INPUT:
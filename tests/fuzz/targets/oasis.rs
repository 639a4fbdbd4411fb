//! Records between START and END, 1 nm, without validation: a checksum would stop every mutation.
#![no_main]

use libfuzzer_sys::fuzz_target;
use shotwright::layout;

const START: &[u8] = b"%SEMI-OASIS\r\n\x01\x031.0\x00\xE8\x07\x01";

fuzz_target!(|records: &[u8]| {
    let mut file = [START, records, &[2]].concat();
    // Twelve table offsets, a padding string of 240 bytes behind two of length, no validation.
    file.extend([0; 12]);
    file.extend([0xF0, 0x01]);
    file.extend([0; 241]);
    if let Ok(layout) = layout::read(&file, "fuzz") {
        let _ = layout.summary();
    }
});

YOUR TASK:
Line for line, the material above should be repeated exactly.

OUTPUT FOR THIS TASK:
filename tests/fuzz/targets/oasis.rs
repository 639a4fbdbd4411fb
//! Records between START and END, 1 nm, without validation: a checksum would stop every mutation.
#![no_main]

use libfuzzer_sys::fuzz_target;
use shotwright::layout;

const START: &[u8] = b"%SEMI-OASIS\r\n\x01\x031.0\x00\xE8\x07\x01";

fuzz_target!(|records: &[u8]| {
    let mut file = [START, records, &[2]].concat();
    // Twelve table offsets, a padding string of 240 bytes behind two of length, no validation.
    file.extend([0; 12]);
    file.extend([0xF0, 0x01]);
    file.extend([0; 241]);
    if let Ok(layout) = layout::read(&file, "fuzz") {
        let _ = layout.summary();
    }
});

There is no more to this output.